Copy out exactly the stretch of the listing below that begins at the line containing "max: number" and ends at the line containing "1.3, source: 'AISC", and copy nothing outside it.

(Stored data)

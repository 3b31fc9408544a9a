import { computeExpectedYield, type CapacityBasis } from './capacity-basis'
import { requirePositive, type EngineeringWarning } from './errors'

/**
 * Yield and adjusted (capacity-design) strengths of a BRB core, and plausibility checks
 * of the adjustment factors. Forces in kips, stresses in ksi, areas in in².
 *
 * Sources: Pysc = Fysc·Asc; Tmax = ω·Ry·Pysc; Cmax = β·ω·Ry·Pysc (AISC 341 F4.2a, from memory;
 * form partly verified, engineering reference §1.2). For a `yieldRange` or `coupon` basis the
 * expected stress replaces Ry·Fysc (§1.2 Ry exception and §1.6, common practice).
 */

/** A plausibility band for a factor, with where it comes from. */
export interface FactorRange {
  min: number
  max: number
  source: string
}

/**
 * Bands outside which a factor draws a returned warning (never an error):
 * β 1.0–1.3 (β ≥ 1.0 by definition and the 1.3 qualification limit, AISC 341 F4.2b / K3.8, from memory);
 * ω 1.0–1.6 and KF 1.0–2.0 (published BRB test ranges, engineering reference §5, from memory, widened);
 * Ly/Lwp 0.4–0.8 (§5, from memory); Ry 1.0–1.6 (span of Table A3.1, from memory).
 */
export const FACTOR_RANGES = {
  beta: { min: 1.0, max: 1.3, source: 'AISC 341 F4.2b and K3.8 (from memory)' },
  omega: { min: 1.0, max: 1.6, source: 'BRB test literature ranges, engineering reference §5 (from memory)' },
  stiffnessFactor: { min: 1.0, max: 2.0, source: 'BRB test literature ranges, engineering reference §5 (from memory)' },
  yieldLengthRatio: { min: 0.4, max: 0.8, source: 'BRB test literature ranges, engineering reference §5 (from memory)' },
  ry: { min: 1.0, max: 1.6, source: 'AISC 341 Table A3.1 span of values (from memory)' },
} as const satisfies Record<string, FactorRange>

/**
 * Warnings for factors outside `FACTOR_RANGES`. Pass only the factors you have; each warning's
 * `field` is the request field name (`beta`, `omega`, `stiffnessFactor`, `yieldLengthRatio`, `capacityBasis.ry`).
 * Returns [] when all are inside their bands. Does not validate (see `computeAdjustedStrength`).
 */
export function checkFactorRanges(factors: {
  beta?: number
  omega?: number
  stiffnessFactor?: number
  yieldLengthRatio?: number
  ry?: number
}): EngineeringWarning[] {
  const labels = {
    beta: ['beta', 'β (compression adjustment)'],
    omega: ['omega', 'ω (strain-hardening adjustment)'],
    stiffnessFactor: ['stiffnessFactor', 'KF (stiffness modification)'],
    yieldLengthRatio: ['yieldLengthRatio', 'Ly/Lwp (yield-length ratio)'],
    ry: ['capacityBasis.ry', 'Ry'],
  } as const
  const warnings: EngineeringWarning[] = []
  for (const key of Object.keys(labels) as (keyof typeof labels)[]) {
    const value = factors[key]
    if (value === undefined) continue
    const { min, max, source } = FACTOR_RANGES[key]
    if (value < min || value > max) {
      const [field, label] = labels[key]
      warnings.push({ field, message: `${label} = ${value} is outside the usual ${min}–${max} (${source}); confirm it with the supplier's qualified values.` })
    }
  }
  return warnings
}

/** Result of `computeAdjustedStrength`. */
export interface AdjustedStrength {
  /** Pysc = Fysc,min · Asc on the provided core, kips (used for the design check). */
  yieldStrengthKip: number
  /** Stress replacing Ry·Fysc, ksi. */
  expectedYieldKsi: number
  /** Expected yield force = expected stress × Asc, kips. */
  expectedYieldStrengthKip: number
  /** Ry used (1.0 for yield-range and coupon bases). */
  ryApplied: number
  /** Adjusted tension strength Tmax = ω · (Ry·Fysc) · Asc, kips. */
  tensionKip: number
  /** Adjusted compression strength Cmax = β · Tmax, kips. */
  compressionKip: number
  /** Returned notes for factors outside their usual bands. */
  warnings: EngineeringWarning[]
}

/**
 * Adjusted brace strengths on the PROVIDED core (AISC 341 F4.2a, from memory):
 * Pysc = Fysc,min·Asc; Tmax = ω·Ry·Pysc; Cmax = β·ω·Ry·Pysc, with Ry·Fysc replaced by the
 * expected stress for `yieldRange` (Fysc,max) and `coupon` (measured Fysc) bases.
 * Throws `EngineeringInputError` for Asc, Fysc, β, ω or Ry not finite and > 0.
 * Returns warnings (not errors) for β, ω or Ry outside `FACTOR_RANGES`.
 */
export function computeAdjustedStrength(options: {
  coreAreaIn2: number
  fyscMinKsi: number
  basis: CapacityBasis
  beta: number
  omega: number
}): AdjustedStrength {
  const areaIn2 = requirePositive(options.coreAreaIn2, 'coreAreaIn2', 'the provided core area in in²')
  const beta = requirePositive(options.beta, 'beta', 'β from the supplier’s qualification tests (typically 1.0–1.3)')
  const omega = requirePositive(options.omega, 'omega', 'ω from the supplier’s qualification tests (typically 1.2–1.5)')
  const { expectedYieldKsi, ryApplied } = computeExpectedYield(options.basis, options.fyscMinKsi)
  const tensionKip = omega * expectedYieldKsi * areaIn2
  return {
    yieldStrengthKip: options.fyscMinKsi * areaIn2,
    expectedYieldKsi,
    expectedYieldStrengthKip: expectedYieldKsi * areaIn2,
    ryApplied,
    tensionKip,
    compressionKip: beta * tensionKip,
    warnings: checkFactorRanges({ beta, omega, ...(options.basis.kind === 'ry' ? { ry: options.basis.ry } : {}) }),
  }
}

(End Stored data)
(Stored data)

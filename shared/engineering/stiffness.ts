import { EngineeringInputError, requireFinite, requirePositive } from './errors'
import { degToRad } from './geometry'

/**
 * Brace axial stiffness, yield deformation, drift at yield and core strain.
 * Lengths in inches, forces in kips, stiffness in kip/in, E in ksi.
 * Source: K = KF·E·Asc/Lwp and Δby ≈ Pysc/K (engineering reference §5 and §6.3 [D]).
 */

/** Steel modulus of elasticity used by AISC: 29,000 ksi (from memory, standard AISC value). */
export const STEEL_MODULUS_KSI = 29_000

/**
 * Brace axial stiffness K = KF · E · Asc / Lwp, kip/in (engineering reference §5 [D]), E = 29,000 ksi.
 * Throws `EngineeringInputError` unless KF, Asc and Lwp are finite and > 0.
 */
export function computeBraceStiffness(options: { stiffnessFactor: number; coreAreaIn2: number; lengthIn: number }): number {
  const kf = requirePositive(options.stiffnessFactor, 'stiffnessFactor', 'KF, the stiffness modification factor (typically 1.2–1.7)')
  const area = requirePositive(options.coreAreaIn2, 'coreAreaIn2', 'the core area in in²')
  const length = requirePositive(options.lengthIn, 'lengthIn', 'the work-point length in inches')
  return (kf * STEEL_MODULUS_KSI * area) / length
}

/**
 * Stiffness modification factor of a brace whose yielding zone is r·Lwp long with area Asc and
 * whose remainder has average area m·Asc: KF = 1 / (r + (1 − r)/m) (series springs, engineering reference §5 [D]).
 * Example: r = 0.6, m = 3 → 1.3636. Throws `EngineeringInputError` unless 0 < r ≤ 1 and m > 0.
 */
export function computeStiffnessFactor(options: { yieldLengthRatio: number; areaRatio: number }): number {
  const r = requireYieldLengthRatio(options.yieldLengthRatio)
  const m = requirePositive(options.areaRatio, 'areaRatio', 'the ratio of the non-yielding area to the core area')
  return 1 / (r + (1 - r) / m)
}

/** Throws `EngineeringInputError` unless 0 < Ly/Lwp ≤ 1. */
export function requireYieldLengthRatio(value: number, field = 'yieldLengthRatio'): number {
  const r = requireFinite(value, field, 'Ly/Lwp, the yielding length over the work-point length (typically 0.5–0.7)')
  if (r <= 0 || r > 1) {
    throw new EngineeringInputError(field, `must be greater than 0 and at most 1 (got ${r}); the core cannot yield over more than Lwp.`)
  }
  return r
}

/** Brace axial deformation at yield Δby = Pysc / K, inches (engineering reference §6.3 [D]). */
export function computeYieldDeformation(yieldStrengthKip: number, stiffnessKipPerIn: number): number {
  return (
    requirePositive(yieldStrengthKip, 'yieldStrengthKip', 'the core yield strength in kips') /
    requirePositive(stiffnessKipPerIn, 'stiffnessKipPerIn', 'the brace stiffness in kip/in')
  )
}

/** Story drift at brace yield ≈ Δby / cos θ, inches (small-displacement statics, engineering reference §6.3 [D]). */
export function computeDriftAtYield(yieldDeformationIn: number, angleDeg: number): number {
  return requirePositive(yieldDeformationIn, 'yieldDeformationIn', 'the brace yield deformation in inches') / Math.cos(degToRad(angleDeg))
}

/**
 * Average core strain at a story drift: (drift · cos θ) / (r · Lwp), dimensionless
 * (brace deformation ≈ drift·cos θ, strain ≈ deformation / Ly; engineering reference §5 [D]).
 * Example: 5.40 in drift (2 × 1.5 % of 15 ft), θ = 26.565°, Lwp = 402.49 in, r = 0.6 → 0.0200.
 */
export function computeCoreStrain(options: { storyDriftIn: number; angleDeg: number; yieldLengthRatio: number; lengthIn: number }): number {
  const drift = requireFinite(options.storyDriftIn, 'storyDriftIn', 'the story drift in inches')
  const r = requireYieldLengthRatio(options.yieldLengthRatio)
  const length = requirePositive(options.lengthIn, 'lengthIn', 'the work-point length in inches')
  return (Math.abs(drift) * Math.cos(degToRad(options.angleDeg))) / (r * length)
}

(End Stored data)

* [Output for this exercise]:
  max: number
  source: string
}

/**
 * Bands outside which a factor draws a returned warning (never an error):
 * β 1.0–1.3 (β ≥ 1.0 by definition and the 1.3 qualification limit, AISC 341 F4.2b / K3.8, from memory);
 * ω 1.0–1.6 and KF 1.0–2.0 (published BRB test ranges, engineering reference §5, from memory, widened);
 * Ly/Lwp 0.4–0.8 (§5, from memory); Ry 1.0–1.6 (span of Table A3.1, from memory).
 */
export const FACTOR_RANGES = {
  beta: { min: 1.0, max: 1.3, source: 'AISC 341 F4.2b and K3.8 (from memory)' },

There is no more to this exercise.